How can I use the index-structures in ELKI?

Question

These are quotes form http://elki.dbs.ifi.lmu.de/ :

"Essentially, we bind the abstract distance query to a database, and then get a nearest neighbor search for this distance. At this point, ELKI will automatically choose the most appropriate kNN query class. If there exist an appropriate index for our distance function (not every index can accelerate every distance!), it will automatically be used here."

"The getKNNForDBID method may boil down to a slow linear scan, but when the database has an appropriate index, the index query will be used. Then the algorithm can run in O(n k log n) or even O(n k) time."

The question is: on what basis do ELKI choose to run the index query or not ?

what is meant by: "when the database has an appropriate index", and how can I guarantee that?

another irrelevant question about the signature of "run" method, why is there 3 signatures instead of just 1? and what are the differences between them, and what are the criteria to determine which signature to use ?

Answer 1

There is a howto page on this in the ELKI wiki: http://elki.dbs.ifi.lmu.de/wiki/HowTo/Index

Essentially, you have to add an index using -db.index. It will then be used automatically if the index supports the distance metric. The R*-Tree seems to be the most powerful. There also is a tutorial on adding R-tree indexing support for custom distance functions: http://elki.dbs.ifi.lmu.de/wiki/Tutorial/SpatialDistanceFunctions

As for the second question: there is a run(Database) method in AbstractAlgorithm that uses introspection to check for alternative method signatures. It's a mess, but it is actually convenient to be able to choose one of the signatures.

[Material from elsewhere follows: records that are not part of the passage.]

/// A mean score law: the Dirichlet shapes and the levels' scores.
#[derive(Debug, Clone, Copy)]
pub struct MeanScoreLaw<'a> {
    /// β_k > 0, one per level.
    pub shapes: &'a [f64],
    /// s_k, one per level, all different.
    pub scores: &'a [f64],
}

/// P(M ≤ t), P(M > t) and the density of M at t.
#[derive(Debug, Clone, Copy, PartialEq)]
pub struct AtThreshold {
    /// P(M ≤ t).
    pub lower: f64,
    /// P(M > t).
    pub upper: f64,
    /// The density of M at t.
    pub density: f64,
    /// The density's derivative at t.
    pub slope: f64,
}

impl MeanScoreLaw<'_> {
    /// E M.
    pub fn mean(&self) -> f64 {
        let total: f64 = self.shapes.iter().sum();
        self.shapes.iter().zip(self.scores).map(|(b, s)| b * s).sum::<f64>() / total
    }

    /// Var M = (Σ s² β/B − (E M)²) / (B + 1), B = Σ β (the Dirichlet's
    /// covariance, common practice), written about the mean to keep its digits.
    pub fn variance(&self) -> f64 {
        let total: f64 = self.shapes.iter().sum();
        let mean = self.mean();
        let spread: f64 = self.shapes.iter().zip(self.scores).map(|(b, s)| b * (s - mean).powi(2)).sum();
        spread / total / (total + 1.0)
    }

    /// Where the quantile search starts: the root of the saddlepoint
    /// approximation's tail ([`Self::saddlepoint_tail`]) by the secant method, from
    /// the Beta on the scores' range with M's mean and variance (that Beta
    /// alone where the approximation fails, near the mean). The saddlepoint
    /// start is usually within 1e-3 sd, so that Halley's first step ends the
    /// search; from the Beta it took a second evaluation of the integral.
    fn start(&self, tail: Tail, p: f64) -> f64 {
        let (lo, hi) = self.range();
        let width = hi - lo;
        let m = ((self.mean() - lo) / width).clamp(1e-12, 1.0 - 1e-12);
        let v = self.variance() / (width * width);
        let strength = (m * (1.0 - m) / v - 1.0).max(1e-6);
        let beta = lo + width * beta_quantile(m * strength, (1.0 - m) * strength, tail, p);
        self.saddlepoint_quantile(tail, p, beta).unwrap_or(beta)
    }

    /// The t where the saddlepoint approximation's tail is p, by the secant
    /// method from `from` to 1e-5 sd (the approximation is no closer than
    /// that); None where it fails (no finite tail, no bracket).
    fn saddlepoint_quantile(&self, tail: Tail, p: f64, from: f64) -> Option<f64> {
        let (lo, hi) = self.range();
        let sd = self.variance().sqrt();
        // The saddle point of the last threshold starts the next search.
        let mut saddle = 0.0;
        // Excess of the tail over p, rising with t.
        let mut excess = |t: f64| {
            let beyond = self.saddlepoint_tail(tail, t, &mut saddle)?;
            Some(match tail {
                Tail::Lower => beyond - p,
                Tail::Upper => p - beyond,
            })
        };
        let (mut t0, mut e0) = (from, excess(from)?);
        let mut t1 = (from - e0.signum() * 0.1 * sd).clamp(lo + 1e-9 * (hi - lo), hi - 1e-9 * (hi - lo));
        let mut e1 = excess(t1)?;
        for _ in 0..10 {
            if e1 == e0 {
                break;
            }
            let next = t1 - e1 * (t1 - t0) / (e1 - e0);
            if !(next > lo && next < hi) {
                return None;
            }
            if (next - t1).abs() <= 1e-5 * sd {
                return Some(next);
            }
            (t0, e0) = (t1, e1);
            t1 = next;
            e1 = excess(t1)?;
        }
        None
    }

    /// P(M ≤ t) (`Tail::Lower`) or P(M > t) (`Tail::Upper`) by the
    /// Lugannani–Rice saddlepoint approximation to X = Σ (s_k − t) G_k at 0
    /// (Lugannani and Rice, Adv. Appl. Prob. 12, 1980; Daniels, Int. Stat.
    /// Rev. 55, 1987): with K(s) = −Σ β_k ln(1 − w_k s) the cumulant
    /// generating function and K'(ŝ) = 0, ŵ = sign(ŝ) √(−2K(ŝ)),
    /// û = ŝ √K''(ŝ), P(X ≤ 0) ≈ Φ(ŵ) + φ(ŵ)(1/ŵ − 1/û), with Daniels'
    /// second-order terms. Its relative error falls as 1/(Σβ)²; it only
    /// starts the search. `saddle` holds ŝ, in and out (a start for the
    /// next threshold). None near the mean, where ŵ and û vanish together.
    fn saddlepoint_tail(&self, tail: Tail, t: f64, saddle: &mut f64) -> Option<f64> {
        let weights = || self.scores.iter().map(move |s| s - t);
        // K' rises from −∞ at the left edge of the strip to +∞ at the right.
        let (mut below, mut above) = (f64::NEG_INFINITY, f64::INFINITY);
        for w in weights() {
            if w > 0.0 {
                above = above.min(1.0 / w);
            } else if w < 0.0 {
                below = below.max(1.0 / w);
            }
        }
        // The first four derivatives of K at s: K^(j) = (j - 1)! Σ β r^j, r = w / (1 − w s).
        let slopes = |s: f64| {
            let mut k = [0.0; 4];
            for (b, w) in self.shapes.iter().zip(weights()) {
                let r = w / (1.0 - w * s);
                let r2 = r * r;
                k[0] += b * r;
                k[1] += b * r2;
                k[2] += 2.0 * b * r2 * r;
                k[3] += 6.0 * b * r2 * r2;
            }
            k
        };
        let start = if *saddle > below && *saddle < above { *saddle } else { 0.0 };
        let s = rising_root((below, above), start, (1e-10, 100), |s| {
            let [first, second, ..] = slopes(s);
            (first, second)
        });
        *saddle = s;
        let [_, second, third, fourth] = slopes(s);
        let k = cumulant_generating(self.shapes.iter().copied().zip(weights()), s);
        let w = s.signum() * (-2.0 * k).max(0.0).sqrt();
        let u = s * second.sqrt();
        if !(w.abs() > 1e-3 && u.is_finite() && u != 0.0) {
            return None;
        }
        // Daniels' second-order terms (as recalled from memory: a wrong term
        // would cost speed, not accuracy), in the standardised cumulants at ŝ.
        let (skew, kurtosis) = (third / second.powf(1.5), fourth / (second * second));
        let upper_terms = 1.0 / u - 1.0 / w + (kurtosis / 8.0 - 5.0 * skew * skew / 24.0) / u
            - skew / (2.0 * u * u)
            - 1.0 / (u * u * u)
            + 1.0 / (w * w * w);
        let correction = (-0.5 * w * w).exp() / (2.0 * std::f64::consts::PI).sqrt() * upper_terms;
        let beyond = match tail {
            Tail::Lower => 0.5 * erfc(-w / std::f64::consts::SQRT_2) - correction,
            Tail::Upper => 0.5 * erfc(w / std::f64::consts::SQRT_2) + correction,
        };
        (beyond > 0.0).then_some(beyond)
    }

    /// The lowest and highest score.
    fn range(&self) -> (f64, f64) {
        self.scores.iter().fold((f64::INFINITY, f64::NEG_INFINITY), |(lo, hi), &s| (lo.min(s), hi.max(s)))
    }

    /// P(M ≤ t), P(M > t) and the density at t.
    pub fn at(&self, t: f64) -> AtThreshold {
        let (lo, hi) = self.range();
        if t <= lo {
            return AtThreshold { lower: 0.0, upper: 1.0, density: 0.0, slope: 0.0 };
        }
        if t >= hi {
            return AtThreshold { lower: 1.0, upper: 0.0, density: 0.0, slope: 0.0 };
        }
        if let Some(share) = self.as_beta() {
            return share.at(t);
        }
        self.by_inversion(t)
    }

    /// Two levels: M = s₁ + (s₂ − s₁) p₂ with p₂ ~ Beta(β₂, β₁).
    fn as_beta(&self) -> Option<BetaShare> {
        match (self.shapes, self.scores) {
            ([b1, b2], [s1, s2]) if s2 > s1 => Some(BetaShare { a: *b2, b: *b1, from: *s1, width: s2 - s1 }),
            ([b1, b2], [s1, s2]) => Some(BetaShare { a: *b1, b: *b2, from: *s2, width: s1 - s2 }),
            _ => None,
        }
    }

    /// [`Self::at`] by the inversion integral, t strictly inside the scores' range.
    fn by_inversion(&self, t: f64) -> AtThreshold {
        let line = Line::through_saddle(self, t);
        let Sums { tail, density, slope } = line.integrate();
        if line.c > 0.0 {
            AtThreshold { lower: 1.0 - tail, upper: tail, density, slope }
        } else {
            AtThreshold { lower: tail, upper: 1.0 - tail, density, slope }
        }
    }

    /// The t with P(M ≤ t) = p (`Tail::Lower`) or P(M > t) = p (`Tail::Upper`),
    /// p in (0, 1). Halley's method from the saddlepoint start ([`Self::start`]),
    /// kept in a bracket. Its error after a step of d is about
    /// C d³ with C of the order of (f'/f)², so it stops when, with d the
    /// longer of Halley's and Newton's steps,
    /// (d/sd)³ max(1, (sd f'/f)²) is below [`ENOUGH`]: near the normal
    /// shape that is a step of about 6e-4 sd, usually the first; where the
    /// density bends sharply (tiny shapes) the search goes on. The CDF's own
    /// error (about 1e-10 in probability) bounds the rest.
    pub fn quantile(&self, tail: Tail, p: f64) -> f64 {
        if let Some(share) = self.as_beta() {
            return share.quantile(tail, p);
        }
        self.quantile_from(tail, p, self.start(tail, p))
    }

    /// [`Self::quantile`]'s search from `t`.
    fn quantile_from(&self, tail: Tail, p: f64, mut t: f64) -> f64 {
        let (lo, hi) = self.range();
        let width = hi - lo;
        let sd = self.variance().sqrt();
        let (mut below, mut above) = (lo, hi);
        for _ in 0..100 {
            let at = self.at(t);
            // Mass beyond t on the asked side, less p: positive means t is too far in.
            let excess = match tail {
                Tail::Lower => at.lower - p,
                Tail::Upper => p - at.upper,
            };
            if excess > 0.0 {
                above = t;
            } else {
                below = t;
            }
            // Halley's step: the excess rises with slope f and curvature f'.
            let (f, curvature) = (at.density, at.slope);
            let denominator = 2.0 * f * f - excess * curvature;
            let newton =
                if f > 0.0 && denominator > 0.0 { t - 2.0 * excess * f / denominator } else { f64::NAN };
            // Far out in a tail Halley's step is short while Newton's is not:
            // the longer of the two is the distance to judge.
            let step = (newton - t).abs().max(excess.abs() / f);
            let bend = (sd * curvature / f).powi(2).max(1.0);
            if (step / sd).powi(3) * bend <= ENOUGH || step <= 1e-13 * width {
                return newton.clamp(below, above);
            }
            // Far out in a tail, where Halley's step is a small part of
            // Newton's, Newton's step on the log of the tail (nearly linear
            // there); the step where it stays inside the bracket, else halve it.
            let beyond = if tail == Tail::Lower { at.lower } else { -at.upper };
            let next = if (newton - t).abs() < 0.1 * excess.abs() / f {
                t - (beyond.abs().ln() - p.ln()) * beyond / f
            } else {
                newton
            };
            let next = if next > below && next < above { next } else { 0.5 * (below + above) };
            if above - below <= 1e-13 * width {
                return next;
            }
            t = next;
        }
        t
    }
}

Just make sure, your getInputTypeRestriction() matches. It makes sense when you work with multiple relations. As long as you live in the "everything is a (single) vector" thinking, it seems superfluous; but even then it's convenient to have a run(Database database, Relation<O> relation) signature that already has the data relation to process.

Answer 2

This is mostly a follow-up to @Anony-Mousse's post, which is quite on-target.

Indexes need to be added to the database by the user. There current is no automatic indexing (as any index will require extra memory and construction time). -db.index is the parameter for this. Support for automatic indexing is on the wish list, but it requires carefully tuned cost models. On small data set or high dimensional data, or when the user doesn't need this type of queries at all, adding an index will come at a cost.

The database will forward the query request to each index in order. The first index to offer acceleration wins. If no index returns an accelerated query, the database will fall back to a linear scan, unless the hint DatabaseQuery.HINT_OPTIMIZED_ONLY was given. In this case, null will be returned. An linear scan can be forced via QueryUtil, which is mostly useful for unit testing indexes.

M-Trees can work with any numeric distance, but if the distance is not metric the results may be incorrect. An error should be reported if a distance function does not report isMetric() as true.

R-Trees can work with any distance function that implements SpatialPrimitiveDistanceFunction, which essentially means implementing a lower bound point-to-rectangle distance. A lower bound can be found for many distance functions, but effectiveness can vary. For example, angular distances will benefit much less from the rectangular pages the R-tree uses.

As for the run method. The preferred signature for usual vector-space methods is

 YourResultType run(Database database, Relation<V> relation)

As of now, the database can actually be obtained via relation.getDatabase(), but this may change in the future. There is a number of situations where this is problemantic, and some situations where is currently can't be easily removed, unfortunately. Anyway, this is the explicit form, which is convenient to run the algorithms from Java code, i.e. it allows me to specify which relation to use, instead of having to use a database where this is the only appropriate relation (so it gets chosen automatically).

I do have plans to make this even more explicit on the long run, adding explicit support for choosing a data subset to process, and maybe also the queries. The abstract parent run method would then take care of this. An automatic optimizer would rely on this: it would first query all algorithms to be run for their requirements, including query requirements. Based on the queries, data set, memory available etc. the optimizer could then choose appropriate indexes, and pass the algorithm the appropriate query methods. To keep the run signature simple, it will likely be handled via some Instance classes and more use of the factory pattern instead. But don't worry about it now.

If you want to understand why we need this, have a look at e.g. geospatial outlier detection algorithms. The signature used by SLOM for example is:

OutlierResult run(Database database, Relation<N> spatial, Relation<O> relation)

i.e. SLOM uses two two relations. The first relation is the spatial relationship of the instances, e.g. geographic positions. The second relation is the actual data, e.g. measurements. The geographic positions are used to determine which instances are expected to be similar (but these could also be e.g. Polygons!), while the second relation specifies the data that is actually then compared for similarity.